Prereqs: Lab 00 closed (
ParameterandModulegreen). Theory 02 read.
🇪🇸 Una vez que
Moduledescubre parámetros, unaLinearcabe en quince líneas y las activaciones en cuatro cada una. La única decisión interesante es la inicialización (Kaiming-uniform por defecto, Phase 10 la derivará) y la estabilidad numérica del softmax (restar el máximo antes delexp). Todo lo demás es plomería sobreTensor.
What you produce¶
A new set of files in src/minimodel/nn/:
linear.py—Linear(in_features, out_features, bias=True).activations.py—ReLU,Tanh,Sigmoid,Softmax(dim=-1).__init__.pyre-exports updated to include the new symbols.
And tests/test_linear_and_activations.py with shape, gradcheck, and state-dict tests.
TODOs¶
Block A — Linear¶
In src/minimodel/nn/linear.py:
- Import
math,numpy as np,Tensorfromminitorch, andParameter, Modulefrom.module. - Define
Linear(Module):
class Linear(Module):
"""Affine layer: y = x @ W.T + b. Stores weight as (out, in) per PyTorch."""
def __init__(self, in_features: int, out_features: int, bias: bool = True) -> None:
super().__init__()
self.in_features = in_features
self.out_features = out_features
# Kaiming-uniform default; Phase 10 will derive the magnitude.
bound = 1.0 / math.sqrt(in_features)
# TODO: initialize self.weight as Parameter of shape (out_features, in_features)
# uniform in [-bound, +bound].
raise NotImplementedError
# TODO: if bias, set self.bias = Parameter(np.zeros(out_features));
# else set self.bias = None (do NOT register as Parameter).
def forward(self, x: Tensor) -> Tensor:
# Input x has shape (..., in_features). Output has shape (..., out_features).
# TODO: y = x @ self.weight.transpose((1, 0))
# TODO: if self.bias is not None, y = y + self.bias
raise NotImplementedError
- Note the bias-less case:
self.bias = Nonemust keepModule.__setattr__from registering it (it isn't aParameteror aModule, so it falls through to plain attribute storage).

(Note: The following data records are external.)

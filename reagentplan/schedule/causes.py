"""Plain-words causes of a plan's breaches, for the coordinator.

For each breach the lanes that could have prevented it are examined in the days before
it, and the first binding rule is named: lead time, loads per day, weekday calendar or
closure, contract maximum, quality limits shutting out buyers, landfill limit.

Each breach also says its ``window``: ``firm`` when it starts inside the firm window
(the days planned one by one and carried out as planned: the coordinator acts on it and
it makes ``reagentplan plan`` exit 1), ``outlook`` when it starts beyond it (the weekly
outlook is re-planned every week before it comes: listed, not acted on, no exit 1).
"""

from __future__ import annotations

import numpy as np
import pandas as pd

from ..scenario import Scenario
from .evaluate import DailyPlan, Evaluation
from .lanes import LANDFILL, SALE, SUPPLY, Lane, horizon_months
from .rejects import NOT_HAULED


def explain(scenario: Scenario, lanes: list[Lane], plan: DailyPlan, ev: Evaluation) -> list[dict]:
    """The breaches of an evaluation with their ``cause`` filled in (and private keys dropped)."""
    dates = scenario.dates
    month_index, _, _ = horizon_months(dates)
    out = []
    for b in ev.breaches:
        a, z = b["_first"], b["_last"]
        if b["kind"] == NOT_HAULED:
            pass  # the haul of the mill rejects says why (`rejects.rejects_breaches`)
        elif b["kind"] == "shipped outside the buyer's limits":
            b["cause"] = ("the day's product missed the buyer's quality limit (gypsum purity follows "
                          "the stone in the silo); firm orders or a linearised silo put it there")
        elif b["kind"] == "more trains than the set has":
            b["cause"] = "firm orders book more trains than the set has in its window"
        elif b["kind"] == "contract minimum not reached":
            lane = next(l for l in lanes if b["store"].startswith(l.name))
            b["cause"] = _contract_min_cause(lane, a, z, month_index)
        elif b["store"] == "limestone" and b["kind"] == "above capacity":
            b["cause"] = ("stock held against the futures of higher use, or firm orders: fewer or "
                          "later loads would leave the worse futures below safety stock")
        elif b["store"] != "limestone" and b["kind"] == "below safety stock":
            b["cause"] = ("room kept for the futures of higher production: the plan ships below "
                          "safety stock rather than risk overflowing in the worse futures")
        elif b["store"] == "so2_allowances":
            b["cause"] = ("the SO2 emitted uses more allowances than the station holds, is allocated and may "
                          "buy within the allowances sheet's monthly limit: raise the removal, buy earlier "
                          "or in a month with room, or ask the permit's engineer")
        elif b["store"] == "limestone":
            b["cause"] = _limestone_cause(scenario, lanes, plan, a, month_index)
        else:
            b["cause"] = _byproduct_cause(scenario, lanes, plan, b["store"], a, z, month_index)
        out.append({k: v for k, v in b.items() if not k.startswith("_")})
    return out


def _limestone_cause(scenario, lanes, plan, day, month_index) -> str:
    supply = [l for l in lanes if l.kind == SUPPLY]
    earliest = min(l.lead_days for l in supply)
    if day < earliest:
        when = (f"before {scenario.dates[earliest]:%Y-%m-%d}" if earliest < len(scenario.dates)
                else "within the horizon")
        return (f"lead time: no new order can arrive {when} (shortest lead {earliest} days); "
                "only firm orders and the initial stock count")
    window = range(max(earliest, day - 14), day + 1)
    reasons = []
    for lane in supply:
        open_days = [d for d in window if lane.open[d]]
        if not open_days:
            why = {lane.why_closed[d] for d in window if lane.why_closed[d]}
            reasons.append(f"{lane.name} shut ({', '.join(sorted(why))})")
            continue
        k = month_index[day]
        total = plan.quantity[lane.name][month_index == k].sum() * lane.load_t
        if not np.isnan(lane.month_max_t[k]) and total + lane.load_t > lane.month_max_t[k] + 1e-6:
            reasons.append(f"{lane.name} at its contract maximum for {scenario.dates[day]:%b %Y}")
            continue
        if all(plan.quantity[lane.name][d] >= lane.max_per_day for d in open_days):
            reasons.append(f"{lane.name} at its loads per day")
            continue
    if reasons:
        return "; ".join(reasons)
    return "cost: the plan found the breach cheaper than the deliveries that would prevent it"


def _byproduct_cause(scenario, lanes, plan, store, a, z, month_index) -> str:
    outs = [l for l in lanes if l.material == store and l.kind != SUPPLY]
    if not outs:
        return f"no buyer or disposal site takes {store}"
    window = range(max(0, a - 7), z + 1)
    breach_days = range(a, z + 1)
    reasons = []
    for lane in outs:
        why = [lane.why_closed[d] for d in window if lane.why_closed[d]]
        shut = [lane.why_closed[d] for d in breach_days if lane.why_closed[d]]
        if lane.kind == SALE and shut and len(shut) >= len(breach_days) / 2:
            kinds = sorted(set(shut))
            quality = [w for w in kinds if "limit" in w]
            if quality:
                reasons.append(f"quality limits shutting out {lane.party} ({quality[0]})")
            else:
                reasons.append(f"{lane.party} not taking material ({', '.join(kinds)})")
            continue
        if lane.kind == SALE:
            k = month_index[a]
            total = plan.quantity[lane.name][month_index == k].sum() * lane.load_t
            if not np.isnan(lane.month_max_t[k]) and total + lane.load_t > lane.month_max_t[k] + 1e-6:
                reasons.append(f"{lane.party}'s contract maximum reached")
                continue
        open_days = [d for d in window if lane.open[d]]
        if lane.kind == LANDFILL:
            if open_days and all(plan.quantity[lane.name][d] >= lane.max_per_day - 1e-6 for d in open_days):
                reasons.append(f"landfill limit at {lane.party}")
                continue
            if plan.quantity[lane.name].sum() >= lane.airspace_t - 1e-6:
                reasons.append(f"landfill airspace used up at {lane.party}")
                continue
        elif open_days and all(plan.quantity[lane.name][d] >= lane.max_per_day for d in open_days):
            reasons.append(f"{lane.party} at its loads per day")
            continue
        if not open_days and why:
            reasons.append(f"{lane.name} shut ({', '.join(sorted(set(why)))})")
    if reasons:
        return "; ".join(reasons)
    return "cost: the plan found the breach cheaper than the haul-outs that would prevent it"


def _contract_min_cause(lane: Lane, a: int, z: int, month_index) -> str:
    days = range(a, z + 1)
    shut = [lane.why_closed[d] for d in days if lane.why_closed[d]]
    if len(shut) == len(days):
        return f"{lane.name} shut all month ({', '.join(sorted(set(shut)))})"
    if any("limit" in w for w in shut):
        return f"quality limits shutting out {lane.party} on {sum('limit' in w for w in shut)} day(s)"
    return "not enough material, or the minimum cost more than its penalty"


#: A breach's ``window``: starting inside the firm window, or in the outlook beyond it.
FIRM_WINDOW, OUTLOOK_WINDOW = "firm", "outlook"


def mark_windows(breaches: list[dict], dates, firm_days: int) -> list[dict]:
    """The breaches with ``window`` set: ``firm`` where the breach starts within the first
    ``firm_days`` days of ``dates`` (its ``first_date``), else ``outlook``.  A breach with
    no first date counts as firm."""
    dates = pd.DatetimeIndex(dates)
    end = dates[0] + pd.Timedelta(days=int(firm_days)) if len(dates) else None
    for b in breaches:
        first = b.get("first_date")
        outlook = end is not None and first is not None and pd.Timestamp(first) >= end
        b["window"] = OUTLOOK_WINDOW if outlook else FIRM_WINDOW
    return breaches


def firm_breaches(breaches: list[dict]) -> list[dict]:
    """The breaches of the firm window (those without a ``window`` count as firm): what
    the coordinator acts on and what makes ``reagentplan plan`` exit 1."""
    return [b for b in breaches if b.get("window", FIRM_WINDOW) != OUTLOOK_WINDOW]
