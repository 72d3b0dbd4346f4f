"""Calibration (`reagentplan calibrate`): the factors fitted from invented records with
known factors (tests/calibrate_data.py) come back within tolerance, their 90 %
intervals hold the truth about 90 % of the time, bad input is refused or marked, and a
plan made with ``--calibrated`` uses and records the fitted values.

The tolerances (Ca/S +-0.02, moisture +-1 point, fly ash share +-2 points from ten weeks
of weekly surveys off by 0.7 %) are the issue's targets; common practice, no source."""

from __future__ import annotations

import dataclasses
import datetime as dt
import json

import numpy as np
import pandas as pd
import pytest

from reagentplan.cli import main
from reagentplan.output.record import write_record_workbook
from reagentplan.record.calibrate import (CALIBRATION_COLUMNS, FACTORS, apply_calibration, balance_model,
                                          calibrate, fit_factors, stone_caco3_by_day, survey_intervals)
from reagentplan.record.db import RecordError
from reagentplan.scenario import load_scenario

from calibrate_data import TRUE, record_sheets_of, synthetic_record, true_levels
from helpers import START, minimal_sheets, write_workbook

TOLERANCE = {"ca_s_ratio": 0.02, "gypsum_moisture_pct": 1.0, "fly_ash_share_pct": 2.0}
AS_OF = START - dt.timedelta(days=1)


@pytest.fixture(scope="module")
def scenario_file(tmp_path_factory):
    return write_workbook(minimal_sheets(30), tmp_path_factory.mktemp("cal") / "station.xlsx")


@pytest.fixture(scope="module")
def scenario(scenario_file):
    return load_scenario(scenario_file)


def _fitted(cal) -> dict[str, float]:
    return dict(zip(cal.table["key"], cal.table["fitted_value"]))


@pytest.mark.parametrize("seed", [1, 2, 3, 4, 5])
def test_ten_weeks_find_the_factors(scenario, seed):
    cal = calibrate(scenario, synthetic_record(scenario, weeks=10, survey_sd=0.007, seed=seed))
    assert list(cal.table.columns) == CALIBRATION_COLUMNS
    fitted = _fitted(cal)
    for key, tol in TOLERANCE.items():
        assert abs(fitted[key] - TRUE[key]) <= tol, (key, fitted[key])
    # the workbook's 1.03 / 10 % / 80 % are far outside: every interval misses them
    assert set(cal.misses()["key"]) == set(TOLERANCE)
    assert set(cal.applied) == set(TOLERANCE)
    # the drift the review measures is explained: under a point of the flow after
    for r in cal.drift.itertuples(index=False):
        assert abs(r.drift_before_pct_of_flow) > 4
        assert abs(r.drift_after_pct_of_flow) < 1.0
    assert (cal.table["days_used"] == 70).all()
    ca_s = cal.table.set_index("key").loc["ca_s_ratio", "note"]
    assert "limestone_caco3_pct 94 %" in ca_s and "cannot tell" in ca_s


def test_lab_results_fit_ca_s_at_the_deliveries_stone(scenario):
    """With caco3_pct on the deliveries (92 % against the workbook's 94 %), the truth's
    stone use follows the stone delivered, and the fitted Ca/S is the true one."""
    rec = synthetic_record(scenario, seed=7, caco3=True)
    # the truth's stone: each day's stone fed from the deliveries' lab results
    first = rec.surveys["date"].min()
    days = pd.date_range(first + pd.Timedelta(days=1), rec.surveys["date"].max())
    model = balance_model(scenario, rec, days[0].date(), days[-1].date())
    use = model.flows(np.zeros((1, 3)))["limestone"][0]
    arr = rec.arrivals.groupby("date").agg(t=("tonnes", "sum"))
    arr["qt"] = (rec.arrivals["tonnes"] * rec.arrivals["caco3_pct"]).groupby(rec.arrivals["date"]).sum() / 100
    t = arr["t"].reindex(days, fill_value=0).to_numpy()
    qt = arr["qt"].reindex(days, fill_value=0).to_numpy()
    q = stone_caco3_by_day(2500.0, 94.0, use, t, qt)
    assert q[0] == 94.0 and 91 < q[-1] < 93.5
    cal = calibrate(scenario, rec)
    note = cal.table.set_index("key").loc["ca_s_ratio", "note"]
    assert "lab results" in note
    # the truth of synthetic_record is at the workbook's 94 % stone: with the lower stone
    # delivered the same stone used per SO2 reads as a lower Ca/S, by about the purity ratio
    fitted = _fitted(cal)["ca_s_ratio"]
    assert fitted < TRUE["ca_s_ratio"] - 0.01


def test_stone_mixing_by_hand():
    # 100 t at 90 %; use 50, then 50 t of 100 % arrive: 100 t at 95 %; use 100 -> empty; 10 t at 80 %
    q = stone_caco3_by_day(100, 90, [50, 0, 100], [50, 0, 10], [50, 0, 8])
    assert q.tolist() == pytest.approx([90, 95, 95])


def test_interval_coverage_200_records(scenario):
    """200 records that differ only in their survey errors: how often each 90 % interval
    holds the truth (measured 2026-12-03: see DEVELOPERS.md, "Calibration")."""
    rec = synthetic_record(scenario, seed=11, survey_sd=0.0)
    first = rec.surveys["date"].min()
    truth = true_levels(scenario, rec, first.date(), 70)
    model = balance_model(scenario, rec, (first + pd.Timedelta(days=1)).date(), rec.surveys["date"].max().date())
    rng = np.random.default_rng(2026)
    base = rec.surveys.copy()
    true_level = np.array([truth.at[d, s] for d, s in zip(base["date"], base["store"])])
    hits = np.zeros(len(FACTORS))
    n = 200
    wb = np.array([model.workbook_value(f, scenario) for f in FACTORS])
    want = np.array([TRUE[f.key] for f in FACTORS]) - wb
    for _ in range(n):
        s = base.assign(level_t=true_level * (1 + rng.normal(0, 0.007, len(base))))
        fit = fit_factors(model, survey_intervals(scenario, rec, first, s))
        hits += (fit.low <= want) & (want <= fit.high)
    coverage = hits / n
    print("coverage", dict(zip([f.key for f in FACTORS], coverage)))
    # 200 draws of a 90 % interval: binomial standard error 2.1 points; three of them
    assert np.all(coverage >= 0.83) and np.all(coverage <= 0.97), coverage


def test_a_store_never_surveyed_is_not_estimable(scenario):
    rec = synthetic_record(scenario, seed=3, stores=("limestone", "gypsum"))
    cal = calibrate(scenario, rec)
    row = cal.table.set_index("key").loc["fly_ash_share_pct"]
    assert pd.isna(row["fitted_value"]) and row["note"].startswith("not estimable")
    assert "fly_ash: 0" in row["note"] and "bottom_ash: 0" in row["note"]
    assert "fly_ash_share_pct" not in cal.applied
    assert abs(_fitted(cal)["ca_s_ratio"] - TRUE["ca_s_ratio"]) <= 0.02


def test_too_few_surveys_exit_2(scenario, tmp_path, scenario_file, capsys):
    rec = synthetic_record(scenario, weeks=1, seed=3)  # one interval per store
    one = dataclasses.replace(rec, surveys=rec.surveys[rec.surveys["store"] == "limestone"])
    with pytest.raises(RecordError, match="interval"):
        calibrate(scenario, one)
    with pytest.raises(RecordError, match="at least two surveys"):
        calibrate(scenario, rec, first=AS_OF)
    # through the command: exit 2, the message, nothing written
    url = f"sqlite:///{tmp_path / 'r.db'}"
    assert main(["db", "upgrade", "--db", url]) == 0
    path = write_record_workbook(record_sheets_of(one), tmp_path / "few.xlsx")
    assert main(["record", str(path), "--db", url, "--scenario", str(scenario_file), "--as-of", f"{AS_OF}"]) == 0
    capsys.readouterr()
    assert main(["calibrate", "--db", url, "--scenario", str(scenario_file), "--out", str(tmp_path / "out")]) == 2
    err = capsys.readouterr().err
    assert "survey-to-survey interval" in err and "Nothing was written" in err
    assert not (tmp_path / "out").exists()


def test_an_interval_too_wide_is_marked(scenario):
    """Three weeks of poor surveys (5 %): the moisture's interval spans more than its
    usual range, so the row says so and the value is not applied."""
    rec = synthetic_record(scenario, weeks=3, seed=2, survey_sd=0.05, stores=("limestone", "gypsum"))
    cal = calibrate(scenario, rec)
    row = cal.table.set_index("key").loc["gypsum_moisture_pct"]
    assert row["note"].startswith("not estimable: the 90 % interval") and "gypsum_moisture_pct" not in cal.applied
    assert np.isfinite(row["fitted_value"])  # shown, with the note: never a silent number


def test_calibrate_command_and_calibrated_plan(tmp_path, scenario_file, scenario, capsys):
    url = f"sqlite:///{tmp_path / 'r.db'}"
    assert main(["db", "upgrade", "--db", url]) == 0
    rec = synthetic_record(scenario, seed=2)
    path = write_record_workbook(record_sheets_of(rec), tmp_path / "ten_weeks.xlsx")
    assert main(["record", str(path), "--db", url, "--scenario", str(scenario_file), "--as-of", f"{AS_OF}"]) == 0
    capsys.readouterr()
    out = tmp_path / "cal"
    assert main(["calibrate", "--db", url, "--scenario", str(scenario_file), "--out", str(out)]) == 0
    text = capsys.readouterr().out
    assert "contradicts the workbook" in text and "scrubber.ca_s_ratio" in text
    assert "limestone" in text and "->" in text
    table = pd.read_csv(out / "calibration.csv")
    assert list(table.columns) == CALIBRATION_COLUMNS
    fitted = dict(zip(table["key"], table["fitted_value"]))
    for key, tol in TOLERANCE.items():
        assert abs(fitted[key] - TRUE[key]) <= tol
    assert (out / "calibration_drift.csv").exists()
    # --from / --to narrow the window
    assert main(["calibrate", "--db", url, "--scenario", str(scenario_file), "--out", str(tmp_path / "cal2"),
                 "--from", f"{AS_OF - dt.timedelta(days=35)}", "--to", f"{AS_OF}"]) == 0
    t2 = pd.read_csv(tmp_path / "cal2" / "calibration.csv")
    assert (t2["days_used"] == 35).all()

    # a plan from the record, then one with the fitted values: both stored, told apart
    assert main(["plan", str(scenario_file), "--db", url, "--as-of", f"{AS_OF}", "--out", str(tmp_path / "p1"),
                 "--futures", "0", "--time-limit", "20"]) in (0, 1)
    assert main(["plan", str(scenario_file), "--db", url, "--as-of", f"{AS_OF}", "--out", str(tmp_path / "p2"),
                 "--futures", "0", "--time-limit", "20", "--calibrated"]) in (0, 1)
    text = capsys.readouterr().out
    assert "calibrated" in text
    s1 = json.loads((tmp_path / "p1" / "summary.json").read_text())
    s2 = json.loads((tmp_path / "p2" / "summary.json").read_text())
    assert "calibration" not in s1
    cal = s2["calibration"]
    assert set(cal["applied"]) == set(TOLERANCE)
    assert abs(cal["applied"]["ca_s_ratio"] - TRUE["ca_s_ratio"]) <= 0.02
    # the calibrated plan uses more stone a day, as the plant does
    b1 = pd.read_csv(tmp_path / "p1" / "balance.csv")
    b2 = pd.read_csv(tmp_path / "p2" / "balance.csv")
    assert b2["limestone_t"].sum() / b1["limestone_t"].sum() == pytest.approx(
        cal["applied"]["ca_s_ratio"] / 1.03, rel=0.01)
    assert main(["diff", "--db", url, "--out", str(tmp_path / "d")]) == 0
    text = capsys.readouterr().out
    assert "plan 2 (calibrated" in text.lower() or "calibrated: ca_s_ratio" in text
    # reviewed into the planned days: the calibrated plan is the one in force, and said so
    assert main(["review", "--db", url, "--scenario", str(scenario_file), "--out", str(tmp_path / "rv"),
                 "--until", f"{START + dt.timedelta(days=5)}"]) == 0
    text = capsys.readouterr().out
    assert "plan 2: calibrated: ca_s_ratio 1.030 ->" in text


def test_apply_calibration_is_pure(scenario):
    cal = calibrate(scenario, synthetic_record(scenario, seed=4))
    applied = apply_calibration(scenario, cal)
    assert applied.scrubber.ca_s_ratio == pytest.approx(cal.applied["ca_s_ratio"])
    assert applied.plant.fly_ash_share_pct == pytest.approx(cal.applied["fly_ash_share_pct"])
    assert scenario.scrubber.ca_s_ratio == 1.03


def test_record_tab_shows_the_fitted_factors(tmp_path, scenario_file, scenario):
    from reagentplan.dashboard.views import record as R
    from reagentplan.record.db import connect
    from reagentplan.record.overview import overview

    url = f"sqlite:///{tmp_path / 'r.db'}"
    assert main(["db", "upgrade", "--db", url]) == 0
    path = write_record_workbook(record_sheets_of(synthetic_record(scenario, seed=2)), tmp_path / "r.xlsx")
    assert main(["record", str(path), "--db", url, "--scenario", str(scenario_file), "--as-of", f"{AS_OF}"]) == 0
    engine = connect(url)
    ov = overview(engine, scenario)
    engine.dispose()
    view = ov.calibration.view()
    assert list(view["status"]) == ["contradicts the workbook"] * 3
    text = str(R.calibration(ov))
    assert "1.030" in text and "contradicts the workbook" in text and "record-calibration-drift" in text


def test_only_the_gypsum_surveyed_holds_ca_s(scenario):
    """Gypsum responds weakly to the Ca/S too, but without limestone surveys the Ca/S is
    not estimated from it: it is held, and the moisture's row says it was fitted so."""
    cal = calibrate(scenario, synthetic_record(scenario, seed=1, stores=("gypsum",)))
    t = cal.table.set_index("key")
    assert pd.isna(t.at["ca_s_ratio", "fitted_value"])
    assert "no store it mainly moves (limestone)" in t.at["ca_s_ratio", "note"]
    assert "taken with ca_s_ratio at the workbook's value" in t.at["gypsum_moisture_pct", "note"]
    assert set(cal.applied) == {"gypsum_moisture_pct"}
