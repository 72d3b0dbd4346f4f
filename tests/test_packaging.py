"""What an install holds: every package folder of the source tree, the dashboard and the
demo inside the reagentplan namespace, and never the tests."""

from __future__ import annotations

import tomllib
from pathlib import Path

ROOT = Path(__file__).resolve().parents[1]


def _config() -> dict:
    return tomllib.loads((ROOT / "pyproject.toml").read_text(encoding="utf-8"))["tool"]["setuptools"]


def _installed_name(folder: Path, package_dir: dict[str, str]) -> str:
    rel = folder.relative_to(ROOT).as_posix()
    for name, src in package_dir.items():
        if rel == src or rel.startswith(src + "/"):
            return name + rel[len(src):].replace("/", ".")
    return rel.replace("/", ".")


def test_every_package_folder_is_listed_and_only_under_reagentplan():
    cfg = _config()
    listed = set(cfg["packages"])
    folders = [p.parent for top in ("reagentplan", "dashboard", "demo")
               for p in (ROOT / top).rglob("__init__.py")]
    found = {_installed_name(f, cfg["package-dir"]) for f in folders}
    assert found - listed == set(), "add these to [tool.setuptools] packages in pyproject.toml"
    assert listed - found == set(), "these listed packages have no folder"
    assert all(name == "reagentplan" or name.startswith("reagentplan.") for name in listed)
    assert not any(name.split(".")[0] in ("tests", "bench", "scripts") for name in listed)


def test_the_dashboard_and_the_demo_import_from_their_folders_under_the_namespace():
    """From the checkout (or an editable install) they are the top-level folders; from an
    install they sit inside the installed reagentplan package."""
    import reagentplan
    import reagentplan.dashboard.app
    import reagentplan.demo.build_demo

    installed = Path(reagentplan.__file__).resolve().parent
    for module, folder in ((reagentplan.dashboard.app, "dashboard"), (reagentplan.demo.build_demo, "demo")):
        assert Path(module.__file__).resolve().parent in (ROOT / folder, installed / folder)
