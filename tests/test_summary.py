"""The console's cost split: cash and the workbook's penalty weights add up to the total
the plan is judged by, and only penalty items count as penalties."""

from __future__ import annotations

import pytest

from reagentplan.summary import PENALTY_ITEMS, cost_split, describe_breach


def test_cash_and_penalty_weights_add_up_to_the_total():
    costs = {"limestone_purchase": 1000.0, "freight": 200.0, "byproduct_sales": -300.0,
             "landfill": 50.0, "contract_penalty": 25.0, "end_stock_value": -75.0,
             "shortage_penalty": 400.0, "overflow_penalty": 100.0, "empty_penalty": 0.0}
    cash, penalty = cost_split(costs)
    assert penalty == pytest.approx(500.0)
    # a take-or-pay shortfall is paid at the contract's rate: cash, not a weight
    assert cash == pytest.approx(1000 + 200 - 300 + 50 + 25 - 75)
    assert cash + penalty == pytest.approx(sum(costs.values()))
    assert "contract_penalty" not in PENALTY_ITEMS


def test_a_permit_breach_reads_in_tonnes_of_so2():
    text = describe_breach({"store": "so2_permit", "kind": "over the SO2 permit limit",
                            "first_date": "2027-01-01", "last_date": "2027-01-09",
                            "tonnes": 12.34, "cause": "removal too low"})
    assert text.startswith("so2_permit: over the SO2 permit limit 2027-01-01 to 2027-01-09")
    assert "12.3 t SO2 over the limit" in text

Block B — ReLU, Tanh, Sigmoid¶
In src/minimodel/nn/activations.py:
- Each is a one-method
Module. No parameters;parameters()yields nothing.
class ReLU(Module):
def forward(self, x: Tensor) -> Tensor:
# TODO: return x.relu() (or x.maximum(0) if relu() lives elsewhere).
raise NotImplementedError
class Tanh(Module):
def forward(self, x: Tensor) -> Tensor:
# TODO: return x.tanh()
raise NotImplementedError
class Sigmoid(Module):
def forward(self, x: Tensor) -> Tensor:
# TODO: return x.sigmoid()
raise NotImplementedError
If minitorch.Tensor lacks any of relu, tanh, sigmoid, note the gap in your journal and add a TODO in minitorch — do NOT implement the op inside activations.py. Activations are modules; the math lives in the tensor library.
Block C — Softmax¶
-
Softmax(dim: int = -1)needs the subtract-max trick for numerical stability:
class Softmax(Module):
def __init__(self, dim: int = -1) -> None:
super().__init__()
self.dim = dim
def forward(self, x: Tensor) -> Tensor:
# Numerical-stability trick: subtract the per-row max BEFORE exp.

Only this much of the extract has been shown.